Background: Alzheimer's disease (AD), one of the most common neurodegenerative disorders, is characterised by hallmark abnormalities such as amyloid-β plaques and neurofibrillary tangles (NFTs). Emerging evidence suggests that faulty insulin signalling contributes to these pathological features, impairing critical cellular and metabolic processes.

Objective: This review aims to elucidate the role of insulin signalling in the central nervous system (CNS) under normal and pathological conditions and to explore therapeutic approaches targeting insulin pathways in AD and other neurodegenerative diseases.

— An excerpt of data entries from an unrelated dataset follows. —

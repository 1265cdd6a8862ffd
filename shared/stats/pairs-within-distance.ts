import { buildCellGrid } from './cell-grid';
import type { NeighbourMethod } from './nearest-neighbour-distances';
import type { FrameView } from './types';

/** Index pairs (a[k] < b[k]) of one frame closer than a distance. */
export interface ClosePairs {
  count: number;
  a: Int32Array;
  b: Int32Array;
  distance: Float64Array;
}

/**
 * All pairs of individuals of one frame with |r_a − r_b| < `maxDistance`.
 *
 * Method: brute force for small N, otherwise a cell list of side
 * `maxDistance` searched over the 3^d neighbouring cells ("Computer
 * simulation of liquids", Allen & Tildesley, 1987) [common practice]; both
 * are exact and list pairs in the same canonical order (a ascending, then b).
 * Units: metres. Non-finite positions are skipped. Empty frame or
 * maxDistance ≤ 0: no pairs.
 */
export function pairsWithinDistance(
  frame: FrameView,
  maxDistance: number,
  options: { method?: NeighbourMethod; bruteForceBelow?: number } = {},
): ClosePairs {
  const { count, dims, x, y, z } = frame;
  const a: number[] = [];
  const b: number[] = [];
  const dist: number[] = [];
  const d2max = maxDistance * maxDistance;
  const method = options.method ?? 'auto';
  const useGrid = method === 'grid' || (method === 'auto' && count >= (options.bruteForceBelow ?? 300));
  if (!(maxDistance > 0)) return { count: 0, a: new Int32Array(0), b: new Int32Array(0), distance: new Float64Array(0) };
  if (!useGrid) {
    for (let i = 0; i < count; i++) {
      const zi = dims === 3 ? z[i] : 0;
      for (let j = i + 1; j < count; j++) {
        const dx = x[j] - x[i], dy = y[j] - y[i], dz = dims === 3 ? z[j] - zi : 0;
        const d2 = dx * dx + dy * dy + dz * dz;
        if (d2 < d2max) {
          a.push(i);
          b.push(j);
          dist.push(Math.sqrt(d2));
        }
      }
    }
  } else {
    const g = buildCellGrid(frame, maxDistance);
    const { nx, ny, nz, cellStart, items, cellOf } = g;
    for (let i = 0; i < count; i++) {
      const c = cellOf[i];
      if (c < 0) continue;
      const cx = c % nx, cy = ((c / nx) | 0) % ny, cz = (c / (nx * ny)) | 0;
      const xi = x[i], yi = y[i], zi = dims === 3 ? z[i] : 0;
      for (let qz = Math.max(0, cz - 1); qz <= Math.min(nz - 1, cz + 1); qz++)
        for (let qy = Math.max(0, cy - 1); qy <= Math.min(ny - 1, cy + 1); qy++) {
          const row = (qz * ny + qy) * nx;
          const k0 = cellStart[row + Math.max(0, cx - 1)], k1 = cellStart[row + Math.min(nx - 1, cx + 1) + 1];
          // Cells of one x-row are contiguous in `items`.
          for (let k = k0; k < k1; k++) {
            const j = items[k];
            if (j <= i) continue;
            const dx = x[j] - xi, dy = y[j] - yi, dz = dims === 3 ? z[j] - zi : 0;
            const d2 = dx * dx + dy * dy + dz * dz;
            if (d2 < d2max) {
              a.push(i);
              b.push(j);
              dist.push(Math.sqrt(d2));
            }
          }
        }
    }
    // Canonical order (a, then b), as brute force gives.
    const order = a.map((_, k) => k).sort((p, q) => a[p] - a[q] || b[p] - b[q]);
    return { count: a.length, a: Int32Array.from(order, (k) => a[k]), b: Int32Array.from(order, (k) => b[k]), distance: Float64Array.from(order, (k) => dist[k]) };
  }
  return { count: a.length, a: Int32Array.from(a), b: Int32Array.from(b), distance: Float64Array.from(dist) };
}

Methods: We reviewed studies highlighting the involvement of insulin-signalling pathways in neuronal health, with a particular focus on the key components-IRS, PI3K, Akt, and GSK-3β-predominantly expressed in cortical and hippocampal regions.

Results: Insulin, an essential growth factor, regulates numerous cellular functions, including glucose metabolism, mitochondrial activity, oxidative stress response, autophagy, synaptic plasticity, and cognitive processes. Altered phosphorylation of signalling molecules in insulin pathways contributes to oxidative stress, inflammation, and the formation of AD hallmarks. Indirect modulators such as NF-κB and caspases further exacerbate neuronal damage, linking impaired insulin signalling to neurodegeneration.

Conclusion: Insulin signalling plays a crucial role in maintaining neuronal health and mitigating neurodegenerative processes. Targeting insulin pathways and associated molecules offers promising therapeutic avenues for AD and other neurodegenerative disorders.